What is needed is a word-for-word copy of the records below.

Saved data entries:
++++

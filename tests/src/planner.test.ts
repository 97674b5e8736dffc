import { describe, expect, it } from 'vitest';
import { studyDraft } from '#shared/contracts/studies.ts';
import { methodIds, methods } from '#shared/methods/methods.ts';
import {
  effectScales,
  leastShare,
  mostShare,
  scaleFace,
  scaleFault,
  typedShare,
} from '../../src/features/studies/form/effect-scales.ts';
import { newStudyValues } from '../../src/features/studies/form/study-form-values.ts';
import { firstAim } from '../../src/features/studies/planner/plan-context.ts';
import { planOf, rateOf } from '../../src/features/studies/planner/plan-of.ts';
import { searchPlan } from '../../src/features/studies/planner/plan-search.ts';
import { mostTrialsInAll, splitTrials } from '../../src/features/studies/planner/split-trials.ts';

const facesOf = (id: keyof typeof methods, share: number) =>
  effectScales(methods[id]).map((scale) => [scale.label, scaleFace(scale, share)]);

describe('the effect that is to be found', () => {
  // d′ of .7 in ABX by differences is 1.72, of .6 in a triangle 1.97, by R's uniroot.
  it('says the same on every scale, in the words of the method [W2]', () => {
    expect(facesOf('abx', firstAim.share)).toEqual([
      ['Right', '70'],
      ['Heard', '40'],
      ['d′', '1.72'],
    ]);
    expect(facesOf('triangle', firstAim.share)[0]).toEqual(['Right', '60']);
    expect(facesOf('same-different', firstAim.share)[0]).toEqual(['Hits', '70']);
    expect(facesOf('paired-preference', firstAim.share)).toEqual([['For one cable', '70']]);
  });

  it('is taken from whichever is typed [W2]', () => {
    for (const id of methodIds)
      for (const scale of effectScales(methods[id]))
        for (const share of [0.05, 0.2, 0.4, 0.73, 0.9])
          expect(typedShare(scale, String(scale.ofShare(share))), `${id} ${scale.key}`).toBeCloseTo(share, 6);
  });

  it('refuses what is no effect, and says what can be entered [W2]', () => {
    const [rate, heard, dPrime] = effectScales(methods.abx);
    if (rate === undefined || heard === undefined || dPrime === undefined) throw new Error('a scale is missing');
    expect(['', 'abc', '50', '49.9', '100', '-3', '101'].map((text) => typedShare(rate, text))).toEqual(
      Array(7).fill(null),
    );
    expect(typedShare(heard, '98')).toBe(mostShare);
    expect(typedShare(heard, '1')).toBe(leastShare);
    expect(typedShare(dPrime, '0')).toBeNull();
    expect(typedShare(dPrime, '1e9')).toBeNull();
    expect(scaleFault(rate)).toBe('Enter 50.5 to 99.');
  });

  it('is no part of the draft [W2]', () => {
    expect(Object.keys(studyDraft.shape)).not.toContain('share');
    expect(Object.keys(newStudyValues).filter((key) => !(key in studyDraft.shape))).toEqual([]);
  });
});

describe('taking over the number of trials', () => {
  it('makes blocks of twenty at most where a study can hold them, and keeps the sessions that are planned [W3]', () => {
    expect(splitTrials(42, { sessions: 1 })).toEqual({ sessions: 3, trials: 14 });
    expect(splitTrials(42, { sessions: 4 })).toEqual({ sessions: 4, trials: 11 });
    expect(splitTrials(227, { sessions: 1 })).toEqual({ sessions: 12, trials: 19 });
    expect(splitTrials(8, { sessions: 6 })).toEqual({ sessions: 1, trials: 8 });
    expect(splitTrials(3, { sessions: 1 })).toEqual({ sessions: 1, trials: 5 });
    expect(splitTrials(1000, { sessions: 1 })).toEqual({ sessions: 20, trials: 50 });
    expect(splitTrials(mostTrialsInAll + 1, { sessions: 1 })).toBeNull();
  });

  it('is enough, and is what a draft may hold, whatever is needed [W3]', () => {
    const { sessions, trials } = studyDraft.shape;
    for (let needed = 1; needed <= mostTrialsInAll; needed++)
      for (const planned of [1, 3, 20]) {
        const split = splitTrials(needed, { sessions: planned });
        if (split === null) throw new Error(`${needed} do not fit`);
        expect(split.sessions * split.trials).toBeGreaterThanOrEqual(needed);
        expect(sessions.safeParse(split.sessions).success && trials.safeParse(split.trials).success).toBe(true);
      }
  });
});

describe('the plan', () => {
  const values = { ...newStudyValues, attribute: 'bass' };

  it('answers for every method, alone and in a group, with a margin and without [W5]', () => {
    for (const id of methodIds)
      for (const listeners of [1, 6])
        for (const marginPercent of [undefined, 20]) {
          const plan = planOf({ ...values, method: id, listenersPerSession: listeners, marginPercent });
          if (plan === null) throw new Error(`no plan for ${id}`);
          const { margin } = methods[id];
          expect(plan.choices.marginPercent).toBe(margin === null ? undefined : marginPercent);
          const found = searchPlan({
            ...{ method: id, trials: plan.trials, alpha: plan.alpha, listeners, goal: firstAim.goal },
            ...{ rate: rateOf(plan.method, firstAim.share), marginPercent: marginPercent ?? 20 },
          });
          expect(found.own === null).toBe(listeners > 1);
          expect(found.marginNeeded === null).toBe(margin === null || (listeners > 1 && margin.counts === 'trials'));
        }
  });

  // 214/227 by R's pbinom; people by two one-sided tests.
  it('names the trials, or the people, that a margin takes [W5]', () => {
    const asked = { trials: 16, alpha: 0.05, listeners: 1, rate: 0.7, goal: 0.8, marginPercent: 20 };
    expect(searchPlan({ ...asked, method: 'abx' }).marginNeeded).toMatchObject({ nFirst: 214, nSafe: 227 });
    const { marginNeeded } = searchPlan({ ...asked, method: 'paired-preference' });
    const { margin } = methods['paired-preference'].planned;
    expect(margin?.power(marginNeeded?.nSafe ?? 1, 0.2, 0)).toBeGreaterThanOrEqual(0.9);
    expect(margin?.power((marginNeeded?.nFirst ?? 2) - 1, 0.2, 0)).toBeLessThan(0.9);
  });

  it('goes on without a margin that the method does not take [W5]', () => {
    const plan = planOf({ ...values, method: 'paired-preference', marginPercent: 60 });
    expect(plan?.choices.marginPercent).toBeUndefined();
    expect(planOf({ ...values, marginPercent: Number.NaN })?.choices.marginPercent).toBeUndefined();
  });

  it('counts on request the most changes and time that a listener may ask for [S57]', () => {
    const trials = { ...values, trials: 10, sessions: 2, programme: [{ title: 'Piano', start: '', lengthS: 20 }] };
    const [fixed, asked] = [planOf(trials), planOf({ ...trials, onRequest: { most: 9 } })];
    // Two of familiarisation in each session.
    expect([fixed?.fittings, fixed?.isAtMost]).toEqual([2 * (10 * 3 + 2), false]);
    expect([asked?.fittings, asked?.isAtMost]).toEqual([2 * (10 * 9 + 2), true]);
    expect(asked?.minutes).toBeGreaterThan((fixed?.minutes ?? 0) * 2);
  });

  it('gives the same answer to the same question, and says which question it was [W9]', () => {
    const asked = { method: 'abx', trials: 16, alpha: 0.05, listeners: 1, rate: 0.7, goal: 0.8, marginPercent: 20 };
    expect(searchPlan(asked)).toEqual(searchPlan(asked));
    expect(searchPlan(asked).asked).toEqual(asked);
  });
});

++++

=== Written solution ===
filename tests/src/planner.test.ts
repository 97674b5e8736dffc
import { describe, expect, it } from 'vitest';
import { studyDraft } from '#shared/contracts/studies.ts';
import { methodIds, methods } from '#shared/methods/methods.ts';
import {
  effectScales,
  leastShare,
  mostShare,
  scaleFace,
  scaleFault,
  typedShare,
} from '../../src/features/studies/form/effect-scales.ts';
import { newStudyValues } from '../../src/features/studies/form/study-form-values.ts';
import { firstAim } from '../../src/features/studies/planner/plan-context.ts';
import { planOf, rateOf } from '../../src/features/studies/planner/plan-of.ts';
import { searchPlan } from '../../src/features/studies/planner/plan-search.ts';
import { mostTrialsInAll, splitTrials } from '../../src/features/studies/planner/split-trials.ts';

const facesOf = (id: keyof typeof methods, share: number) =>
  effectScales(methods[id]).map((scale) => [scale.label, scaleFace(scale, share)]);

describe('the effect that is to be found', () => {
  // d′ of .7 in ABX by differences is 1.72, of .6 in a triangle 1.97, by R's uniroot.
  it('says the same on every scale, in the words of the method [W2]', () => {
    expect(facesOf('abx', firstAim.share)).toEqual([
      ['Right', '70'],
      ['Heard', '40'],
      ['d′', '1.72'],
    ]);
    expect(facesOf('triangle', firstAim.share)[0]).toEqual(['Right', '60']);
    expect(facesOf('same-different', firstAim.share)[0]).toEqual(['Hits', '70']);
    expect(facesOf('paired-preference', firstAim.share)).toEqual([['For one cable', '70']]);
  });

  it('is taken from whichever is typed [W2]', () => {
    for (const id of methodIds)
      for (const scale of effectScales(methods[id]))
        for (const share of [0.05, 0.2, 0.4, 0.73, 0.9])
          expect(typedShare(scale, String(scale.ofShare(share))), `${id} ${scale.key}`).toBeCloseTo(share, 6);
  });

  it('refuses what is no effect, and says what can be entered [W2]', () => {
    const [rate, heard, dPrime] = effectScales(methods.abx);
    if (rate === undefined || heard === undefined || dPrime === undefined) throw new Error('a scale is missing');
    expect(['', 'abc', '50', '49.9', '100', '-3', '101'].map((text) => typedShare(rate, text))).toEqual(
      Array(7).fill(null),
    );
    expect(typedShare(heard, '98')).toBe(mostShare);
    expect(typedShare(heard, '1')).toBe(leastShare);
    expect(typedShare(dPrime, '0')).toBeNull();
    expect(typedShare(dPrime, '1e9')).toBeNull();
    expect(scaleFault(rate)).toBe('Enter 50.5 to 99.');
  });

  it('is no part of the draft [W2]', () => {
    expect(Object.keys(studyDraft.shape)).not.toContain('share');
    expect(Object.keys(newStudyValues).filter((key) => !(key in studyDraft.shape))).toEqual([]);
  });
});

describe('taking over the number of trials', () => {
  it('makes blocks of twenty at most where a study can hold them, and keeps the sessions that are planned [W3]', () => {
    expect(splitTrials(42, { sessions: 1 })).toEqual({ sessions: 3, trials: 14 });
    expect(splitTrials(42, { sessions: 4 })).toEqual({ sessions: 4, trials: 11 });
    expect(splitTrials(227, { sessions: 1 })).toEqual({ sessions: 12, trials: 19 });
    expect(splitTrials(8, { sessions: 6 })).toEqual({ sessions: 1, trials: 8 });
    expect(splitTrials(3, { sessions: 1 })).toEqual({ sessions: 1, trials: 5 });
    expect(splitTrials(1000, { sessions: 1 })).toEqual({ sessions: 20, trials: 50 });
    expect(splitTrials(mostTrialsInAll + 1, { sessions: 1 })).toBeNull();
  });

  it('is enough, and is what a draft may hold, whatever is needed [W3]', () => {
    const { sessions, trials } = studyDraft.shape;
    for (let needed = 1; needed <= mostTrialsInAll; needed++)
      for (const planned of [1, 3, 20]) {
        const split = splitTrials(needed, { sessions: planned });
        if (split === null) throw new Error(`${needed} do not fit`);
        expect(split.sessions * split.trials).toBeGreaterThanOrEqual(needed);
        expect(sessions.safeParse(split.sessions).success && trials.safeParse(split.trials).success).toBe(true);
      }
  });
});

describe('the plan', () => {
  const values = { ...newStudyValues, attribute: 'bass' };

  it('answers for every method, alone and in a group, with a margin and without [W5]', () => {
    for (const id of methodIds)
      for (const listeners of [1, 6])
        for (const marginPercent of [undefined, 20]) {
          const plan = planOf({ ...values, method: id, listenersPerSession: listeners, marginPercent });
          if (plan === null) throw new Error(`no plan for ${id}`);
          const { margin } = methods[id];
          expect(plan.choices.marginPercent).toBe(margin === null ? undefined : marginPercent);
          const found = searchPlan({
            ...{ method: id, trials: plan.trials, alpha: plan.alpha, listeners, goal: firstAim.goal },
            ...{ rate: rateOf(plan.method, firstAim.share), marginPercent: marginPercent ?? 20 },
          });
          expect(found.own === null).toBe(listeners > 1);
          expect(found.marginNeeded === null).toBe(margin === null || (listeners > 1 && margin.counts === 'trials'));
        }
  });

  // 214/227 by R's pbinom; people by two one-sided tests.
  it('names the trials, or the people, that a margin takes [W5]', () => {
    const asked = { trials: 16, alpha: 0.05, listeners: 1, rate: 0.7, goal: 0.8, marginPercent: 20 };
    expect(searchPlan({ ...asked, method: 'abx' }).marginNeeded).toMatchObject({ nFirst: 214, nSafe: 227 });
    const { marginNeeded } = searchPlan({ ...asked, method: 'paired-preference' });
    const { margin } = methods['paired-preference'].planned;
    expect(margin?.power(marginNeeded?.nSafe ?? 1, 0.2, 0)).toBeGreaterThanOrEqual(0.9);
    expect(margin?.power((marginNeeded?.nFirst ?? 2) - 1, 0.2, 0)).toBeLessThan(0.9);
  });

  it('goes on without a margin that the method does not take [W5]', () => {
    const plan = planOf({ ...values, method: 'paired-preference', marginPercent: 60 });
    expect(plan?.choices.marginPercent).toBeUndefined();
    expect(planOf({ ...values, marginPercent: Number.NaN })?.choices.marginPercent).toBeUndefined();
  });

  it('counts on request the most changes and time that a listener may ask for [S57]', () => {
    const trials = { ...values, trials: 10, sessions: 2, programme: [{ title: 'Piano', start: '', lengthS: 20 }] };
    const [fixed, asked] = [planOf(trials), planOf({ ...trials, onRequest: { most: 9 } })];
    // Two of familiarisation in each session.
    expect([fixed?.fittings, fixed?.isAtMost]).toEqual([2 * (10 * 3 + 2), false]);
    expect([asked?.fittings, asked?.isAtMost]).toEqual([2 * (10 * 9 + 2), true]);
    expect(asked?.minutes).toBeGreaterThan((fixed?.minutes ?? 0) * 2);
  });

  it('gives the same answer to the same question, and says which question it was [W9]', () => {
    const asked = { method: 'abx', trials: 16, alpha: 0.05, listeners: 1, rate: 0.7, goal: 0.8, marginPercent: 20 };
    expect(searchPlan(asked)).toEqual(searchPlan(asked));
    expect(searchPlan(asked).asked).toEqual(asked);
  });
});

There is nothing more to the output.